Collected data
━━━━━━━━━━━━━━━━━━━━━━━━━━━━━━
import type { EntityManager } from 'typeorm';
import { type z, ZodError } from 'zod';
import { correctionSchema, isCorrectable, VOLUME_KINDS } from '../../shared/domain/journal';
import type { OperationResult } from '../../shared/schemas/batch-detail';
import type { amendRequestSchema, JournalKind, JournalPayload } from '../../shared/schemas/journal';
import { recordedGravity } from '../../shared/calc';
import { requireRole, type Actor } from '../core/actor';
import { ConflictError, NotFoundError } from '../http/errors';
import { appendEntry } from '../journal/journal';
import { correctedEntry } from '../journal/journal-queries';
import { localDate } from '../core/local-date';
import { onBatch } from './on-batch';
import { applyStartCorrection } from './start-correction';

type AmendRequest = z.output<typeof amendRequestSchema>;

const NOT_AMENDABLE = 'Volumes and vessel moves cannot be amended; record a new operation instead.';
const ONLY_SOME = 'Only the start, readings, tastings, notes and additions can be amended; record a new entry instead.';

/** Validates `changes` against the entry's kind (400 naming the field, like any bad input). */
function parseChanges(kind: JournalKind, changes: Record<string, unknown>): Record<string, unknown> {
  if (!isCorrectable(kind)) {
    throw new ConflictError(
      kind === 'amendment' ? 'Amend the original entry, not an amendment of it.' : VOLUME_KINDS.includes(kind) ? NOT_AMENDABLE : ONLY_SOME,
    );
  }
  const parsed = correctionSchema(kind).safeParse(changes);
  if (!parsed.success) {
    const issues = parsed.error.issues.map((issue) => ({ ...issue, path: ['changes', ...issue.path] }));
    throw Object.assign(new ZodError(issues), { source: 'body' });
  }
  return parsed.data;
}

/**
 * Corrects the start (its figures: the batch's record follows), a reading, tasting, note or
 * addition by appending an 'amendment' entry (the
 * original stays in the journal). A corrected reading gets its temperature-corrected gravity
 * recomputed and recorded with the changes.
 */
export function amendEntry(actor: Actor, tx: EntityManager, batchId: string, entryId: string, request: AmendRequest): Promise<OperationResult> {
  requireRole(actor, 'hand');
  return onBatch(actor, tx, batchId, { needsVessels: false }, async ({ tx, batch, cellar, now }) => {
    const original = await correctedEntry(tx, batch.id, entryId);
    if (!original) throw new NotFoundError(`No such entry in the journal of ${batch.name}.`);
    const changes = parseChanges(original.kind, request.changes);
    if (original.kind === 'reading') {
      const merged = { ...original.payload, ...changes } as Extract<JournalPayload, { kind: 'reading' }>;
      changes.correctedSg = recordedGravity(merged.sg, merged.temperatureC, merged.calibrationC);
    }
    if (original.kind === 'started') await applyStartCorrection(tx, batch, changes, localDate(now, cellar.timeZone));
    const entry = await appendEntry(tx, actor, batch.id, { kind: 'amendment', reason: request.reason, changes }, { amendsEntryId: original.id });
    return { entryId: entry.id };
  });
}
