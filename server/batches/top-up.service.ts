import type { EntityManager } from 'typeorm';
import type { z } from 'zod';
import type { OperationResult } from '../../shared/schemas/batch-detail';
import type { topUpRequestSchema } from '../../shared/schemas/journal';
import { requireRole, type Actor } from '../core/actor';
import { roundLitres, volumeText } from '../core/litres';
import { Vessel } from '../entities/vessel.entity';
import { ConflictError } from '../http/errors';
import { appendEntry } from '../journal/journal';
import { headspaceWarnings } from './fill-rules';
import { onBatch } from './on-batch';

type TopUpRequest = z.output<typeof topUpRequestSchema>;

/**
 * Tops up a vessel holding the batch (to cut headspace); the vessel's volume grows and must
 * still fit. The liquid (what, its gravity and strength if known) is recorded with the batch's
 * litres before it, so gravity and strength follow by the mixing rule (shared/domain/top-up-figures.ts).
 * Warns when the headspace is still above the cellar's limit (not in primary).
 */
export function topUp(actor: Actor, tx: EntityManager, batchId: string, request: TopUpRequest): Promise<OperationResult> {
  requireRole(actor, 'hand');
  const ref = { vesselId: request.vesselId, expectedVersion: request.expectedVersion };
  return onBatch(actor, tx, batchId, { vessels: [ref], needsVessels: true }, async ({ tx, batch, cellar, vessels, at }) => {
    const vessel = vessels.get(request.vesselId)!;
    const volume = (value: number) => volumeText(value, actor.units);
    const before = vessel.volumeL ?? 0;
    const after = roundLitres(before + request.volumeL);
    if (after > vessel.capacityL) {
      throw new ConflictError(
        `${vessel.name} holds ${volume(before)} of ${volume(vessel.capacityL)}; ${volume(request.volumeL)} more will not fit ` +
          `(room for ${volume(vessel.capacityL - before)}).`,
        { vesselId: vessel.id, currentVersion: vessel.version },
      );
    }
    // The batch's litres before the top-up: the mixing rule weighs the liquid added against them.
    const [{ litres: batchVolumeBeforeL }]: { litres: number }[] = await tx.query(
      `SELECT COALESCE(SUM(volume_l), 0)::float8 AS litres FROM vessels WHERE batch_id = $1`,
      [batch.id],
    );
    vessel.volumeL = after;
    await tx.getRepository(Vessel).save(vessel);
    const entry = await appendEntry(
      tx,
      actor,
      batch.id,
      {
        kind: 'topped-up',
        vesselId: vessel.id,
        vesselName: vessel.name,
        volumeL: request.volumeL,
        with: request.with,
        ...(request.liquid ? { liquid: request.liquid, batchVolumeBeforeL } : {}),
      },
      { occurredAt: at(request.at) },
    );
    return { entryId: entry.id, warnings: headspaceWarnings([{ vessel, volumeL: after }], cellar, batch.stage) };
  });
}
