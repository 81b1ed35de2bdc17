import type { ZodType } from 'zod';
import { apiErrorSchema } from '@shared/schemas/common';

/** An error answer from the API, with the message the server chose for people. */
export class ApiError extends Error {
  constructor(
    readonly status: number,
    readonly code: string,
    message: string,
    readonly issues: { path: string; message: string }[] = [],
    readonly body: Record<string, unknown> = {},
  ) {
    super(message);
  }

  /** The server's message for one field (e.g. `body.name`), for showing under that field. */
  fieldMessage(field: string): string | undefined {
    return this.issues.find((i) => i.path === field || i.path === `body.${field}`)?.message;
  }
}

let onUnauthorized: (() => void) | undefined;
/** Called when any request answers 401 (the session ended). */
export function setUnauthorizedHandler(handler: () => void): void {
  onUnauthorized = handler;
}

type Method = 'GET' | 'POST' | 'PATCH' | 'PUT' | 'DELETE';

/** The error thrown when the request never reached the server. */
export const offlineError = (): ApiError => new ApiError(0, 'offline', 'Cannot reach Cellarwright. Check the connection and try again.');

/**
 * The ApiError for an answer that is not ok: the server's code, message and field issues when
 * its body is the shared error shape, else a plain "answered 500".
 * @param raw - the answer's JSON body ({} when it had none)
 */
export function errorFromAnswer(status: number, raw: unknown): ApiError {
  const parsed = apiErrorSchema.safeParse(raw);
  const body = (typeof raw === 'object' && raw !== null ? raw : {}) as Record<string, unknown>;
  if (!parsed.success) return new ApiError(status, 'http_error', `The server answered ${status}.`, [], body);
  return new ApiError(status, parsed.data.error, parsed.data.message, parsed.data.issues ?? [], body);
}

/**
 * Calls the API and checks the answer against the shared zod schema.
 * @param schema - the response schema; omit for answers without a body (204)
 */
export async function request<T>(method: Method, url: string, schema?: ZodType<T>, body?: unknown): Promise<T> {
  let res: Response;
  try {
    res = await fetch(url, {
      method,
      credentials: 'same-origin',
      headers: body === undefined ? { accept: 'application/json' } : { accept: 'application/json', 'content-type': 'application/json' },
      body: body === undefined ? undefined : JSON.stringify(body),
    });
  } catch {
    throw offlineError();
  }
  if (!res.ok) {
    const raw = await res.json().catch(() => ({}));
    if (res.status === 401 && !url.endsWith('/auth/sign-in')) onUnauthorized?.();
    throw errorFromAnswer(res.status, raw);
  }
  if (!schema || res.status === 204) return undefined as T;
  return schema.parse(await res.json());
}
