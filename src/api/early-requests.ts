import { EARLY_REQUESTS_GLOBAL } from '@shared/early-requests';

/** After this long an early answer is stale for the page asking: it fetches afresh. */
const EARLY_ANSWER_FRESH_MS = 10_000;

type EarlyAnswers = Record<string, Promise<Response> | undefined>;

/**
 * The answer index.html's early script (shared/early-requests.ts) already asked for, taken once:
 * the first load of a page then waits for no round trip its JavaScript could have overlapped.
 * Undefined when there is none, or when it is too old to show.
 * @param url - exactly as `request()` would fetch it
 */
export function takeEarlyAnswer(url: string): Promise<Response> | undefined {
  const early = (window as unknown as Record<string, EarlyAnswers | undefined>)[EARLY_REQUESTS_GLOBAL];
  const answer = early?.[url];
  if (!answer) return undefined;
  delete early[url];
  return performance.now() <= EARLY_ANSWER_FRESH_MS ? answer : undefined;
}
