import type { EntityManager } from 'typeorm';
import { CAUTION_GLASS, headspace, type UnitSystem } from '../../shared/calc';
import { headspaceIsRisk } from '../../shared/domain/headspace-rule';
import { vesselState } from '../../shared/domain/vessel-state';
import { volumeText } from '../core/litres';
import { Batch } from '../entities/batch.entity';
import type { Cellar } from '../entities/cellar.entity';
import type { Vessel } from '../entities/vessel.entity';
import { BadRequestError, ConflictError } from '../http/errors';
import { vesselChangedError } from '../vessels/vessel-lock';

/** A vessel as the journal remembers it. */
export const vesselVolume = (vessel: Vessel, volumeL: number) => ({ vesselId: vessel.id, vesselName: vessel.name, volumeL });

const day = (d: Date) => d.toISOString().slice(0, 10);

/** 409 naming the vessel unless it holds the batch now (someone else may have emptied it). */
export async function requireHolds(tx: EntityManager, vessel: Vessel, batch: Batch, units: UnitSystem): Promise<void> {
  if (vessel.batchId !== batch.id) throw await vesselChangedError(tx, vessel, units);
}

function notSanitisedMessage(vessel: Vessel, cellar: Cellar): string {
  const orReason = 'or give a reason to use it anyway';
  if (vessel.cleaningState === 'dirty') return `${vessel.name} is dirty, not sanitised. Clean and sanitise it first, ${orReason}.`;
  if (vessel.cleaningState === 'sanitised' && vessel.sanitisedAt) {
    return (
      `${vessel.name} was sanitised on ${day(vessel.sanitisedAt)}, more than ${cellar.sanitisedValidDays} days ago. ` +
      `Sanitise it again, ${orReason}.`
    );
  }
  return `${vessel.name} is clean but not sanitised. Sanitise it first, ${orReason}.`;
}

/**
 * Checks that a vessel can take liquid: in use, empty, big enough, and sanitised within the
 * cellar's days (or, failing that, that the caller gave an override reason).
 * @param units - the units its refusals are worded in (the actor's)
 * @returns true when the override reason was needed for this vessel
 */
export async function checkFillTarget(
  tx: EntityManager,
  vessel: Vessel,
  volumeL: number,
  cellar: Cellar,
  overrideReason: string | null,
  now: Date,
  units: UnitSystem,
): Promise<boolean> {
  if (vessel.retiredAt) throw new ConflictError(`${vessel.name} is retired; choose a vessel in use.`, { vesselId: vessel.id });
  if (vessel.batchId) {
    const holding = await tx.getRepository(Batch).findOneBy({ id: vessel.batchId });
    throw new ConflictError(
      `${vessel.name} already holds ${holding?.name ?? 'another batch'} (${volumeText(vessel.volumeL ?? 0, units)}); choose an empty vessel.`,
      { vesselId: vessel.id, currentVersion: vessel.version },
    );
  }
  if (volumeL > vessel.capacityL) {
    throw new BadRequestError(`${vessel.name} holds ${volumeText(vessel.capacityL, units)}; ${volumeText(volumeL, units)} will not fit.`, {
      vesselId: vessel.id,
    });
  }
  if (vesselState(vessel, cellar.sanitisedValidDays, now) === 'sanitised') return false;
  if (overrideReason) return true;
  throw new ConflictError(notSanitisedMessage(vessel, cellar), { vesselId: vessel.id, overrideAllowed: true });
}

/** Leaves a vessel empty and dirty, as racking or blending out of it does. */
export function markEmptied(vessel: Vessel): void {
  vessel.batchId = null;
  vessel.volumeL = null;
  vessel.filledAt = null;
  vessel.cleaningState = 'dirty';
  vessel.sanitisedAt = null;
}

/** Puts a batch into an empty vessel. */
export function markFilled(vessel: Vessel, batchId: string, volumeL: number, at: Date): void {
  vessel.batchId = batchId;
  vessel.volumeL = volumeL;
  vessel.filledAt = at;
}

function percentText(percent: number, limit: number): string {
  const whole = Math.round(percent);
  return whole > limit ? String(whole) : percent.toFixed(1);
}

/**
 * "Fermenter 2 has 12 % headspace — …" for each filled vessel above the cellar's limit; nothing
 * while the batch is in primary, where room is needed and the ferment's gas protects it.
 * @param filled - vessels with their new volume
 * @param stage - the batch's stage after the operation (unknown: warned about)
 */
export function headspaceWarnings(filled: { vessel: Vessel; volumeL: number }[], cellar: Cellar, stage?: string): string[] {
  const warnings: string[] = [];
  if (!headspaceIsRisk(stage)) return warnings;
  for (const { vessel, volumeL } of filled) {
    const space = headspace({ capacityL: vessel.capacityL, volumeL });
    if (space.percent > cellar.headspaceWarnPercent) {
      warnings.push(
        `${vessel.name} has ${percentText(space.percent, cellar.headspaceWarnPercent)} % headspace — top up or use a smaller vessel to limit oxidation.`,
      );
    }
  }
  return warnings;
}

/** The glass caution when any vessel carried or filled is glass. */
export function glassCautions(vessels: Vessel[]): string[] {
  return vessels.some((v) => v.material === 'glass') ? [CAUTION_GLASS] : [];
}

/** Refuses a vessel named as both source and target before anything is locked. */
export function refuseSourceAsTarget(from: { vesselId: string }[], to: { vesselId: string }[]): void {
  const sources = new Set(from.map((f) => f.vesselId));
  if (to.some((t) => sources.has(t.vesselId))) {
    throw new BadRequestError('A vessel cannot be both a source and a target; rack into a different vessel.');
  }
}

/** 400 when the targets are to receive more than the sources hold. */
export function refuseMoreThanSources(fromL: number, toL: number, verb: string, units: UnitSystem): void {
  if (toL > fromL + 1e-9) {
    throw new BadRequestError(
      `You cannot ${verb} more than the source holds: the sources hold ${volumeText(fromL, units)}, the targets would get ${volumeText(toL, units)}.`,
    );
  }
}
━━━━━━━━━━━━━━━━━━━━━━━━━━━━━━
:: Task details ::
Only the number is needed here: how many lines of the records contain "typeof"?

:: Answer for the task ::
3